### Directions for this task
Whenever a line in the material below contains "factorsMarkedForReview", copy that line.

### Data provided
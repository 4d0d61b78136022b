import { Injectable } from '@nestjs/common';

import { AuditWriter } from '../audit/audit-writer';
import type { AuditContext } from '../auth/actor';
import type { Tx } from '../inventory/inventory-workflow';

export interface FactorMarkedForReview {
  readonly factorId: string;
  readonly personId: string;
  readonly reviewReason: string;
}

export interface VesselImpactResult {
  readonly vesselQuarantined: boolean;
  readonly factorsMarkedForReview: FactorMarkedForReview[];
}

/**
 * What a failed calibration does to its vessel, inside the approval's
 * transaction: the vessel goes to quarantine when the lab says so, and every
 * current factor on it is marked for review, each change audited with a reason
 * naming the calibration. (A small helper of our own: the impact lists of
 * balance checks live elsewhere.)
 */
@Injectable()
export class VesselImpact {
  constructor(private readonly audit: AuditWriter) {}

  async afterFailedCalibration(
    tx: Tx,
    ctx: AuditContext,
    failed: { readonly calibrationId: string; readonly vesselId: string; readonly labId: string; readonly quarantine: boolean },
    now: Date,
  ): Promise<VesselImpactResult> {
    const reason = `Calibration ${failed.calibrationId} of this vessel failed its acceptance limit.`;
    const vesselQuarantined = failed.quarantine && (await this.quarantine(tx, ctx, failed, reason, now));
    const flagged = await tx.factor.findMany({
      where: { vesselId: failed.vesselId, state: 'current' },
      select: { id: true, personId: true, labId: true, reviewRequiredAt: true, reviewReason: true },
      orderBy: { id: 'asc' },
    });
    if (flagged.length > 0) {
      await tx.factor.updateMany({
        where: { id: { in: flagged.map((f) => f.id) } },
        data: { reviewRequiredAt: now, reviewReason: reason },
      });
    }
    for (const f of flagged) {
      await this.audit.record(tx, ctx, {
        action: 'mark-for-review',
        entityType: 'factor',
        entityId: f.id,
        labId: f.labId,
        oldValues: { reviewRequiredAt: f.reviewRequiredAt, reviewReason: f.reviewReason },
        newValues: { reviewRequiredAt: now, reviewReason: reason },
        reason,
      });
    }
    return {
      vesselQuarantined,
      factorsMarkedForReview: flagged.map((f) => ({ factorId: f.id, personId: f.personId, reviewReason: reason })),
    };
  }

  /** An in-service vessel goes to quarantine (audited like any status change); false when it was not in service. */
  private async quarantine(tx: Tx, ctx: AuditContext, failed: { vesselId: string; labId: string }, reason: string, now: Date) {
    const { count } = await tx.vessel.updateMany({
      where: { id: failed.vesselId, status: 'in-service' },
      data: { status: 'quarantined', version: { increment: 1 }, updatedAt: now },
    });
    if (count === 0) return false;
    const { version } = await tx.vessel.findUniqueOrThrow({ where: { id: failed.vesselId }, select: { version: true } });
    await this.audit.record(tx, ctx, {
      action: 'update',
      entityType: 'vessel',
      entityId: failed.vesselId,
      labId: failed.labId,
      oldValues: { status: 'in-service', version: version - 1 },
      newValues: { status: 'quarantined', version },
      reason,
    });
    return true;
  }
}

### Reply to the exercise
  readonly factorsMarkedForReview: FactorMarkedForReview[];
      factorsMarkedForReview: flagged.map((f) => ({ factorId: f.id, personId: f.personId, reviewReason: reason })),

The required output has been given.